##### Source material #####

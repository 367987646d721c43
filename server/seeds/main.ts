import { closeDatabase, openDatabase } from '../dataSource.ts'
import { openAuditChain } from '../services/audit.ts'
import type { DatabaseAccess } from '../setup/databaseAccess.ts'
import { seedClinic } from './seedClinic.ts'

/*
 * Makes the demo clinic in a process of its own, so that what it needs in memory is given back before the server
 * serves. Told by its parent which database; answers once, then ends.
 */
export interface SeedOrder {
  access: DatabaseAccess
  chain: string
  appUrl: string
}

process.once('message', (order: SeedOrder) => {
  const seed = async () => {
    await openDatabase(order.access)
    await openAuditChain(order.chain)
    await seedClinic(order.appUrl)
    await closeDatabase()
  }
  seed().then(
    () => process.send?.({ done: true }, () => process.exit(0)),
    (error: unknown) => {
      console.error(error)
      process.exit(1)
    },
  )
})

#####

_Action item:_ Your task is to restate all of the records above word for word.

_Your response:_
repository 367987646d721c43
filename server/seeds/main.ts
import { closeDatabase, openDatabase } from '../dataSource.ts'
import { openAuditChain } from '../services/audit.ts'
import type { DatabaseAccess } from '../setup/databaseAccess.ts'
import { seedClinic } from './seedClinic.ts'

/*
 * Makes the demo clinic in a process of its own, so that what it needs in memory is given back before the server
 * serves. Told by its parent which database; answers once, then ends.
 */
export interface SeedOrder {
  access: DatabaseAccess
  chain: string
  appUrl: string
}

process.once('message', (order: SeedOrder) => {
  const seed = async () => {
    await openDatabase(order.access)
    await openAuditChain(order.chain)
    await seedClinic(order.appUrl)
    await closeDatabase()
  }
  seed().then(
    () => process.send?.({ done: true }, () => process.exit(0)),
    (error: unknown) => {
      console.error(error)
      process.exit(1)
    },
  )
})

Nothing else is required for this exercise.